EXERCISE: Copy exactly, please, each line of the data below until the line that contains "from lineproof.intake.record import" has been copied, beginning at the top.

╭─ RECORDS FOR THE TASK

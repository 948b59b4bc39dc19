"""Figures of the data report, drawn from the evidence of the intake."""

from __future__ import annotations

from collections.abc import Callable
from typing import Any

import numpy as np
from matplotlib.axes import Axes
from matplotlib.figure import Figure
from matplotlib.ticker import FuncFormatter, MaxNLocator

from lineproof.intake.record import AliveEvidence, DecadeEvidence, ScaleSeries
from lineproof.paper import style
from lineproof.paper.figures import PERCENT
from lineproof.paper.palette import LIGHT

_STEPS = [1, 2, 5, 10]
_COUNT = FuncFormatter(lambda count, _: f"{abs(count):,.0f}")
_SPANS = (("0.01", "0.99", 0.9), ("0.05", "0.95", 2.6), ("0.25", "0.75", 6.5))


def drawn(name: str, draw: Callable[..., Figure], *given: Any) -> bytes:
    """A figure as SVG: the same evidence gives the same bytes."""
    with style.styled(name):
        return style.saved(draw(*given), "svg")


def alive(evidence: AliveEvidence) -> Figure:
    """Securities with a return in each period."""
    figure, axes = _start(0.42)
    days = np.array(evidence["periods"], "datetime64[D]")
    at = 1970 + days.astype(float) / 365.2425
    axes.plot(at, evidence["alive"], color=LIGHT["first"], lw=1.2)
    if len(at):
        axes.set_xlim(at[0], max(at[-1], at[0] + 1 / 12))
    _count_axes(axes)
    axes.set_ylim(bottom=0)
    axes.set_ylabel("Securities")
    return figure


def entries_exits(evidence: AliveEvidence) -> Figure:
    """Entries above the line, exits below it, by year."""
    figure, axes = _start(0.42)
    years = np.array(evidence["years"])
    axes.bar(years, evidence["entries"], width=0.72, color=LIGHT["first"], label="Entries")
    down = -np.array(evidence["exits"])
    axes.bar(years, down, width=0.72, color=LIGHT["second"], label="Exits")
    axes.axhline(0, color=LIGHT["soft"], lw=0.6)
    _count_axes(axes)
    axes.set_ylabel("Securities a year")
    figure.legend(loc="outside upper center", ncols=2)
    return figure


def distribution(evidence: list[DecadeEvidence]) -> Figure:
    """Medians of each decade, and the ranges that hold 50, 90 and 98 per cent of its returns."""
    figure, axes = _start(0.42)
    held = [each for each in evidence if each["n"]]
    for place, each in enumerate(held):
        shares = {key: PERCENT * value for key, value in each["quantiles"].items()}
        for low, high, width in _SPANS:
            ends = [shares[low], shares[high]]
            axes.plot(
                [place] * 2, ends, color=LIGHT["first"], lw=width, solid_capstyle="butt", zorder=2
            )
        axes.plot(place, shares["0.5"], "o", ms=3.4, mew=0.8, mec=LIGHT["ink"], mfc=LIGHT["paper"])
    axes.axhline(0, color=LIGHT["rule"], lw=0.6, zorder=1)
    axes.set_xlim(-0.6, max(len(held), 1) - 0.4)
    axes.set_xticks(range(len(held)), [f"{each['decade']}s" for each in held])
    axes.yaxis.set_major_locator(MaxNLocator(6, steps=_STEPS))
    axes.set_ylabel("Return, %")
    return figure


def scale(series: ScaleSeries) -> Figure:
    """The numbers behind a check of scale, in their order, on a logarithmic scale."""
    figure, axes = _start(0.36)
    values = [np.nan if value is None else value for _, value in series["points"]]
    axes.plot(range(len(values)), values, color=LIGHT["first"], lw=1.0)
    if np.nanmin([*values, 1.0]) > 0:
        axes.set_yscale("log")
    shown = range(0, len(values), max(1, -(-len(values) // 8)))
    axes.set_xticks(list(shown), [_plain(series["points"][at][0]) for at in shown])
    axes.set_ylabel(_plain(series["label"]))
    return figure


def _start(height: float) -> tuple[Figure, Axes]:
    figure = Figure(figsize=(style.NARROW, height * style.NARROW), layout="constrained")
    return figure, figure.add_subplot()


def _count_axes(axes: Axes) -> None:
    axes.xaxis.set_major_locator(MaxNLocator(8, integer=True, steps=_STEPS))
    axes.yaxis.set_major_locator(MaxNLocator(5, integer=True, steps=_STEPS))
    axes.yaxis.set_major_formatter(_COUNT)


def _plain(name: str) -> str:
    """A name as plain text: a dollar sign would start a formula."""
    return name.replace("$", r"\$")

╰─

RESULT BELOW:
repository 948b59b4bc39dc19
"""Figures of the data report, drawn from the evidence of the intake."""

from __future__ import annotations

from collections.abc import Callable
from typing import Any

import numpy as np
from matplotlib.axes import Axes
from matplotlib.figure import Figure
from matplotlib.ticker import FuncFormatter, MaxNLocator

from lineproof.intake.record import AliveEvidence, DecadeEvidence, ScaleSeries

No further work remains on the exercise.